The ‘ungoverned spaces’ like FATA have become ‘breeding grounds’ of militants, radical Islamist groups, narcotic traffickers, organised criminal elements and others. They have emerged as a major component of the ‘arc of regional conflict formation’ encompassing areas from Chechnya to Kashmir.
 
FATA, running north to south, forms a 1,200-km wedge between Afghanistan and the NWFP, is home to 3.2 million people, predominantly a huge array of Pushtun tribes. No amount of aid could make these fiercely independent people give up the Taliban and Al Qaeda fugitives who have found refuge there.
 
The Bush Administration, in the face of increasing criticism on its failure to decimate the Taliban and Al Qaeda, has evolved a new counter-terrorism strategy to win the ‘hearts and minds’ campaign by flushing in $750 million of developmental aid over the next five years to FATA. The grand plan, designed as ‘a measure of Washington’s recognition of support for Pakistan’s president, General Musharraf counter terrorism cooperation’, include health and education services, water and sanitation facilities and agricultural development. It aims at integrating FATA into the mainstream and augmenting basic human services with a view to erode the support base for the Al-Qaeda. Identifying increasing support for radical Islam and with underdevelopment and pumping in money without a clear understanding of the local dynamics of the region is surely counterproductive to any American counter-terrorism strategy in the region.
 
The problem of oversight and distribution of aid in a region plagued by violence, lawlessness and insecurity would only help strengthen the hands of the corrupt local political agents and tribal chiefs who are supporting the very groups the American policy-makers seek to eliminate.

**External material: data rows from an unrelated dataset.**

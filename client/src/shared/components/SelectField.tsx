import { useId, type ChangeEvent } from 'react';

type SelectFieldProps = {
  label: string;
  name: string;
  value: string;
  onChange: (event: ChangeEvent<HTMLSelectElement>) => void;
  options: ReadonlyArray<{ value: string; label: string }>;
  hint?: string;
  error?: string;
  /** Keep the label for screen readers only, where a table column already names the field. */
  hideLabel?: boolean;
  size?: 'md' | 'sm';
};

export function SelectField({
  label,
  name,
  value,
  onChange,
  options,
  hint,
  error,
  hideLabel = false,
  size = 'md',
}: SelectFieldProps) {
  const id = useId();
  const hintId = `${id}-hint`;
  const errorId = `${id}-error`;
  const describedBy = [hint ? hintId : '', error ? errorId : ''].filter(Boolean).join(' ');
  const invalid = error !== undefined;

  return (
    <div className="flex flex-col gap-1.5">
      <label htmlFor={id} className={hideLabel ? 'sr-only' : 'font-medium text-humus-900'}>
        {label}
      </label>
      {hint ? (
        <p id={hintId} className="text-sm text-loam-700">
          {hint}
        </p>
      ) : null}
      <select
        id={id}
        name={name}
        value={value}
        onChange={onChange}
        aria-invalid={invalid}
        aria-describedby={describedBy || undefined}
        className={`rounded-seed border bg-white px-3 text-humus-900 ${size === 'sm' ? 'min-h-9 py-1 text-sm' : 'min-h-11 py-2 text-base'} ${
          invalid ? 'border-danger-700 ring-1 ring-danger-700' : 'border-loam-400 hover:border-loam-600'
        }`}
      >
        {options.map((option) => (
          <option key={option.value} value={option.value}>
            {option.label}
          </option>
        ))}
      </select>
      {error ? (
        <p id={errorId} className="flex items-start gap-1.5 text-sm font-medium text-danger-700">
          <span aria-hidden="true">✕</span>
          <span>{error}</span>
        </p>
      ) : null}
    </div>
  );
}
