import { Button } from './Button';

type SubmitRowProps = {
  label: string;
  pending: boolean;
  pendingLabel: string;
  /** The confirmation shown beside the button once the form went through, or null. */
  done: string | null;
};

/** A short form's submit button with its "✓ done" note beside it. */
export function SubmitRow({ label, pending, pendingLabel, done }: SubmitRowProps) {
  return (
    <div className="flex flex-wrap items-center gap-4">
      <Button type="submit" pending={pending} pendingLabel={pendingLabel}>
        {label}
      </Button>
      {done ? (
        <p role="status" className="text-sm font-medium">
          <span aria-hidden="true">✓ </span>
          {done}
        </p>
      ) : null}
    </div>
  );
}
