import type { ChangeEvent } from 'react';
import { TextField } from './TextField';

type Bound = {
  name: string;
  value: string;
  error?: string;
  onChange: (event: ChangeEvent<HTMLInputElement>) => void;
};

/** A new password and its repeat, marked so password managers offer to generate and store it. */
export function NewPasswordFields({
  newPassword,
  repeatPassword,
}: {
  newPassword: Bound;
  repeatPassword: Bound;
}) {
  return (
    <>
      <TextField
        label="New password"
        type="password"
        hint="At least 12 characters. A few unrelated words make a strong one."
        autoComplete="new-password"
        required
        {...newPassword}
      />
      <TextField
        label="New password again"
        type="password"
        autoComplete="new-password"
        required
        {...repeatPassword}
      />
    </>
  );
}
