import { useState } from 'react';
import { Button } from './Button';

type ConfirmDeleteProps = {
  /** What is deleted, as said in the labels: "field", "profile". */
  what: string;
  /** Its name, repeated on the confirming button so nobody deletes the wrong one. */
  name: string;
  pending: boolean;
  error: Error | null;
  onConfirm: () => void;
};

/** Deleting takes two presses: the first only asks, the second names what goes. */
export function ConfirmDelete({ what, name, pending, error, onConfirm }: ConfirmDeleteProps) {
  const [confirming, setConfirming] = useState(false);
  if (!confirming)
    return (
      <Button variant="quiet" size="sm" onClick={() => setConfirming(true)}>
        Delete {what}
      </Button>
    );
  return (
    <span
      role="group"
      aria-label={`Confirm deleting the ${what}`}
      className="flex flex-wrap items-center gap-2"
    >
      <Button variant="danger" size="sm" pending={pending} pendingLabel="Deleting…" onClick={onConfirm}>
        Delete “{name}”
      </Button>
      <Button variant="quiet" size="sm" onClick={() => setConfirming(false)}>
        Keep it
      </Button>
      {error ? (
        <span role="alert" className="text-sm font-medium text-danger-700">
          {error.message}
        </span>
      ) : null}
    </span>
  );
}
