import { Link } from 'react-router-dom';
import { HorizonRule } from '../shared/components/HorizonRule';
import { NotFoundNotice } from '../shared/components/NotFoundNotice';
import { Wordmark } from '../shared/components/Wordmark';

/** For addresses outside every route; it needs no session, so it carries its own slim header. */
export function NotFoundPage() {
  return (
    <div className="min-h-dvh">
      <title>Not found · Seedwake</title>
      <header className="bg-silt-100 print:hidden">
        <div className="mx-auto max-w-page px-4 py-3 sm:px-6">
          <Link to="/" className="inline-block rounded-seed" aria-label="Seedwake, home">
            <Wordmark />
          </Link>
        </div>
        <HorizonRule />
      </header>
      <main id="main" className="mx-auto max-w-page px-4 sm:px-6">
        <NotFoundNotice />
      </main>
    </div>
  );
}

Alternatively, if aid were to be distributed through alternate delivery mechanisms through Pakistani firms, consulting organisations and NGOs, it would hardly contribute to the process of institution or state building in the area without which any counter-terrorism strategy cannot work.
 
The enormous aid that has flowed to Pakistan’s military regime to recruit its cooperation for counter-terrorism has done met with little success till date. Likewise, the huge developmental aid to Pakistan’s tribal areas runs the danger in emboldening the very forces that the US intends to decimate. Without any clear-sighted counter-terrorism strategy, the global superpower and its trusted ally seem to be floundering.